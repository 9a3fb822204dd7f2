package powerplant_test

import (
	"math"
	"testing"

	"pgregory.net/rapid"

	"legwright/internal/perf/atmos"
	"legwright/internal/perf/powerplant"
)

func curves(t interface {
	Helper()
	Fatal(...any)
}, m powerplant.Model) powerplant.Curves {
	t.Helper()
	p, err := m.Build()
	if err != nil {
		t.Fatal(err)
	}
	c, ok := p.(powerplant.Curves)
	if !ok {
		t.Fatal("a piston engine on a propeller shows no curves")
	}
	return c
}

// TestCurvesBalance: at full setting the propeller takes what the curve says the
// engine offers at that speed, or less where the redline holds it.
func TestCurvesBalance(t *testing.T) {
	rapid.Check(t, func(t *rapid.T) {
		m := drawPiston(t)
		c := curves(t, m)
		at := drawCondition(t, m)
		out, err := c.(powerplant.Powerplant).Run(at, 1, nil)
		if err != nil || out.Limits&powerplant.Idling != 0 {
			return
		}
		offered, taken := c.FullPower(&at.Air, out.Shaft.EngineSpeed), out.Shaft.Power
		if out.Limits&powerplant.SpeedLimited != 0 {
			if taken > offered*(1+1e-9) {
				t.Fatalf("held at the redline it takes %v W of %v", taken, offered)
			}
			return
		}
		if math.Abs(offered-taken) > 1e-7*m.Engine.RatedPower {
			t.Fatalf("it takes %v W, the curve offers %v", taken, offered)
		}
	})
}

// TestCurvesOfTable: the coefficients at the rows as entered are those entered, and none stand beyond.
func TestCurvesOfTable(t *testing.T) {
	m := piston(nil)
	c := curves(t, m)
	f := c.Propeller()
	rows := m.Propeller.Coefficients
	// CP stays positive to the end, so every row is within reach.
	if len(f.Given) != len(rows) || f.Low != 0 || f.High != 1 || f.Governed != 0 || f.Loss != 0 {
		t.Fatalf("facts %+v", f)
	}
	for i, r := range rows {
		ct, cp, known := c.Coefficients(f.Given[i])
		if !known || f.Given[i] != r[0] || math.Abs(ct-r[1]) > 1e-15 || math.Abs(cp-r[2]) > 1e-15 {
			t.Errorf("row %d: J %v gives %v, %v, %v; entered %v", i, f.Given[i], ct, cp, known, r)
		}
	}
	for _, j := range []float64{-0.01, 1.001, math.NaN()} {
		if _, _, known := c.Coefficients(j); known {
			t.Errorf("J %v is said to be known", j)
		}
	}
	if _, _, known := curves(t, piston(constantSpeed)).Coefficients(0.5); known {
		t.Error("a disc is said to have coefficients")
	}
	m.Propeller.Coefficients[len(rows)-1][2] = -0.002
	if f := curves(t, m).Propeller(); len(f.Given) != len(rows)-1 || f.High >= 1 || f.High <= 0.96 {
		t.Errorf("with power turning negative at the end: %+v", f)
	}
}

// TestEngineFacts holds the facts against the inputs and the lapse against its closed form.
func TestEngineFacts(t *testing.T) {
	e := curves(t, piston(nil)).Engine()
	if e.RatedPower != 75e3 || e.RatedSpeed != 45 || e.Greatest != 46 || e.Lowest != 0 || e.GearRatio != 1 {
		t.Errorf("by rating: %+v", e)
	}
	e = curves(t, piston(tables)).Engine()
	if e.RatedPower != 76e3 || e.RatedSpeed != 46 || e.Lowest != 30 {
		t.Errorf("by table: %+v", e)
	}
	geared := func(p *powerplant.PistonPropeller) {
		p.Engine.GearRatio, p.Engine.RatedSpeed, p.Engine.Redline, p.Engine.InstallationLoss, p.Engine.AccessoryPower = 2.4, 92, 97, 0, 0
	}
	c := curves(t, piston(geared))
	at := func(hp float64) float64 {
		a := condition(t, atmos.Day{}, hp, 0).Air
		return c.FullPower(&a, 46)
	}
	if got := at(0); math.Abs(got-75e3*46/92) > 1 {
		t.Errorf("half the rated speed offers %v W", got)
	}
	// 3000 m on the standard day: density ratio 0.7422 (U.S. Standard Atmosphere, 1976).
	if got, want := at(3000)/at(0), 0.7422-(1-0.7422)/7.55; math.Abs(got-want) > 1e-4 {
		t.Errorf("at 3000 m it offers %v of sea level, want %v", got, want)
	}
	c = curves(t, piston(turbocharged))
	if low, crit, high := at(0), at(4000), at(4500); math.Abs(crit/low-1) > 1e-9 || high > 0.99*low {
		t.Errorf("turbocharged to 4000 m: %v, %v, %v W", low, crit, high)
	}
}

================================

All lines above are to be transcribed exactly.

* _OUTPUT FOR THIS TASK_:
repository 9a3fb822204dd7f2
package powerplant_test

import (
	"math"
	"testing"

	"pgregory.net/rapid"

	"legwright/internal/perf/atmos"
	"legwright/internal/perf/powerplant"
)

func curves(t interface {
	Helper()
	Fatal(...any)
}, m powerplant.Model) powerplant.Curves {
	t.Helper()
	p, err := m.Build()
	if err != nil {
		t.Fatal(err)
	}
	c, ok := p.(powerplant.Curves)
	if !ok {
		t.Fatal("a piston engine on a propeller shows no curves")
	}
	return c
}

// TestCurvesBalance: at full setting the propeller takes what the curve says the
// engine offers at that speed, or less where the redline holds it.
func TestCurvesBalance(t *testing.T) {
	rapid.Check(t, func(t *rapid.T) {
		m := drawPiston(t)
		c := curves(t, m)
		at := drawCondition(t, m)
		out, err := c.(powerplant.Powerplant).Run(at, 1, nil)
		if err != nil || out.Limits&powerplant.Idling != 0 {
			return
		}
		offered, taken := c.FullPower(&at.Air, out.Shaft.EngineSpeed), out.Shaft.Power
		if out.Limits&powerplant.SpeedLimited != 0 {
			if taken > offered*(1+1e-9) {
				t.Fatalf("held at the redline it takes %v W of %v", taken, offered)
			}
			return
		}
		if math.Abs(offered-taken) > 1e-7*m.Engine.RatedPower {
			t.Fatalf("it takes %v W, the curve offers %v", taken, offered)
		}
	})
}

// TestCurvesOfTable: the coefficients at the rows as entered are those entered, and none stand beyond.
func TestCurvesOfTable(t *testing.T) {
	m := piston(nil)
	c := curves(t, m)
	f := c.Propeller()
	rows := m.Propeller.Coefficients
	// CP stays positive to the end, so every row is within reach.
	if len(f.Given) != len(rows) || f.Low != 0 || f.High != 1 || f.Governed != 0 || f.Loss != 0 {
		t.Fatalf("facts %+v", f)
	}
	for i, r := range rows {
		ct, cp, known := c.Coefficients(f.Given[i])
		if !known || f.Given[i] != r[0] || math.Abs(ct-r[1]) > 1e-15 || math.Abs(cp-r[2]) > 1e-15 {
			t.Errorf("row %d: J %v gives %v, %v, %v; entered %v", i, f.Given[i], ct, cp, known, r)
		}
	}
	for _, j := range []float64{-0.01, 1.001, math.NaN()} {
		if _, _, known := c.Coefficients(j); known {
			t.Errorf("J %v is said to be known", j)
		}
	}
	if _, _, known := curves(t, piston(constantSpeed)).Coefficients(0.5); known {
		t.Error("a disc is said to have coefficients")
	}
	m.Propeller.Coefficients[len(rows)-1][2] = -0.002
	if f := curves(t, m).Propeller(); len(f.Given) != len(rows)-1 || f.High >= 1 || f.High <= 0.96 {
		t.Errorf("with power turning negative at the end: %+v", f)
	}
}

// TestEngineFacts holds the facts against the inputs and the lapse against its closed form.
func TestEngineFacts(t *testing.T) {
	e := curves(t, piston(nil)).Engine()
	if e.RatedPower != 75e3 || e.RatedSpeed != 45 || e.Greatest != 46 || e.Lowest != 0 || e.GearRatio != 1 {
		t.Errorf("by rating: %+v", e)
	}
	e = curves(t, piston(tables)).Engine()
	if e.RatedPower != 76e3 || e.RatedSpeed != 46 || e.Lowest != 30 {
		t.Errorf("by table: %+v", e)
	}
	geared := func(p *powerplant.PistonPropeller) {
		p.Engine.GearRatio, p.Engine.RatedSpeed, p.Engine.Redline, p.Engine.InstallationLoss, p.Engine.AccessoryPower = 2.4, 92, 97, 0, 0
	}
	c := curves(t, piston(geared))
	at := func(hp float64) float64 {
		a := condition(t, atmos.Day{}, hp, 0).Air
		return c.FullPower(&a, 46)
	}
	if got := at(0); math.Abs(got-75e3*46/92) > 1 {
		t.Errorf("half the rated speed offers %v W", got)
	}
	// 3000 m on the standard day: density ratio 0.7422 (U.S. Standard Atmosphere, 1976).
	if got, want := at(3000)/at(0), 0.7422-(1-0.7422)/7.55; math.Abs(got-want) > 1e-4 {
		t.Errorf("at 3000 m it offers %v of sea level, want %v", got, want)
	}
	c = curves(t, piston(turbocharged))
	if low, crit, high := at(0), at(4000), at(4500); math.Abs(crit/low-1) > 1e-9 || high > 0.99*low {
		t.Errorf("turbocharged to 4000 m: %v, %v, %v W", low, crit, high)
	}
}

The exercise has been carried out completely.